You said what I didn't want to Ken. Based on safety, I'd take the skunk out. But, that kind of action is subjective, I wouldn't hold it against someone for not wanting to shoot a skunk. I am lucky that my pitbull is 90 pounds and hates all little critters so he takes them out, so over the years I've only had to handle a couple of them myself.

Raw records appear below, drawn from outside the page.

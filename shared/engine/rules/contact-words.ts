import { LIMIT_SLACK } from '../geometry/tolerance';
import type { Motion } from '../interpreter/events';
import type { FindingData } from '../report/report';
import type { Rack, Setup } from '../shop/setup';
import type { Contact } from '../shop/meetings';
import type { MovingSolid, StandingSolid } from '../shop/solids';
import { figure, has, text } from './finding-data';
import type { LengthWords } from './rule';

/** Figures and words of a meeting of two solids, shared by the rules that look for one. */
export function contactData(contact: Contact, motion: Motion, setup: Setup): FindingData {
  const { moving, standing, region } = contact.meeting;
  const { raise } = contact;
  return {
    part: moving.part,
    body: moving.name,
    ...(moving.tool === null ? {} : { heldTool: moving.tool }),
    thing: standing.thing,
    name: standing.name,
    ...(standing.pocket === null ? {} : { pocket: standing.pocket }),
    ...(standing.tool === null ? {} : { parkedTool: standing.tool }),
    ...(Number.isFinite(raise) ? { raise } : {}),
    canRaise: motion.minZ + raise <= setup.machine.travel.z[1],
    moved: motion.by,
    ...shiftAway(setup.rack.edge, motion, region),
  };
}

export function contactCause(contact: Contact): string {
  const { moving, standing } = contact.meeting;
  return `${movingKey(moving)} / ${standing.thing} ${standing.name}`;
}
function movingKey(moving: MovingSolid): string {
  return moving.part === 'body' ? moving.name : moving.part;
}

/** How far the whole move would have to lie farther from the rack's edge to clear it (mm). */
function shiftAway(
  edge: Rack['edge'],
  motion: Motion,
  region: { minX: number; minY: number; maxX: number; maxY: number; round: number },
): FindingData {
  const shift = {
    back: motion.maxY - (region.minY - region.round),
    front: region.maxY + region.round - motion.minY,
    right: motion.maxX - (region.minX - region.round),
    left: region.maxX + region.round - motion.minX,
  }[edge];
  return Number.isFinite(shift) && shift > 0 ? { shift: shift + LIMIT_SLACK, edge } : {};
}

export function wordMoving(data: FindingData): string {
  const held = has(data, 'heldTool') ? `T${figure(data, 'heldTool')}` : 'the held tool';
  if (text(data, 'part') === 'holder') return `The holder of ${held}`;
  if (text(data, 'part') === 'tool') return `The cutter of ${held}`;
  return `The ${text(data, 'body')}`;
}

export function wordStanding(data: FindingData): string {
  const thing = text(data, 'thing') as StandingSolid['thing'];
  if (thing === 'fork') return `the fork of pocket ${figure(data, 'pocket')}`;
  if (thing === 'parked')
    return `T${figure(data, 'parkedTool')} in pocket ${figure(data, 'pocket')}`;
  return `the ${text(data, 'name')}`;
}

const AWAY_FROM_EDGE: Readonly<Record<string, string>> = {
  back: 'towards the operator',
  front: 'away from the operator',
  left: 'right',
  right: 'left',
};

/** What clears it: higher where travel allows, else farther from the edge. */
export function wordClearing(data: FindingData, lengths: LengthWords): string {
  const isMachineMove = text(data, 'moved') === 'machine';
  const aside =
    has(data, 'shift') && !isMachineMove
      ? `move work zero at least ${lengths.length(figure(data, 'shift'))} ${AWAY_FROM_EDGE[text(data, 'edge')]}`
      : 'keep the move clear of it';
  if (!has(data, 'raise') || data['canRaise'] !== true) return capital(`${aside}.`);
  return `Run this move at least ${lengths.length(figure(data, 'raise'))} higher, or ${aside}.`;
}
function capital(sentence: string): string {
  return sentence.charAt(0).toUpperCase() + sentence.slice(1);
}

Piggybacking off of what moozillion said, I found this stuff on the internet called coyote urine, that apparently repels skunks.


----------



## TigsMom (Nov 4, 2013)

It's illegal to fire a gun in city limits, or that skunk wouldn't have lasted the night. (sorry, I'm cranky when I don't get my sleep and my Momma Bear syndrome flairs when I worry about my family (including animals)). Good news is my pest control guy has a Wildlife license and will trap the skunk and relocate it for me. In the meantime, the sleeping DT's are going into the Brumation boxes in my safe garage today (which I was going to do anyway so I can extensively remodel their enclosures). And the Boxies enclosure will be inspected to make sure the dang skunk can't get in there as well.


----------



## AZtortMom (Nov 4, 2013)

Cowboy_Ken said:


> Concerning skunks preying on eggs and young torts/turtles, yes they will happily enjoy the easy meal. They also, like any small opportunistic predator, chew on exposed tortoise body parts, legs, tail, you get the picture.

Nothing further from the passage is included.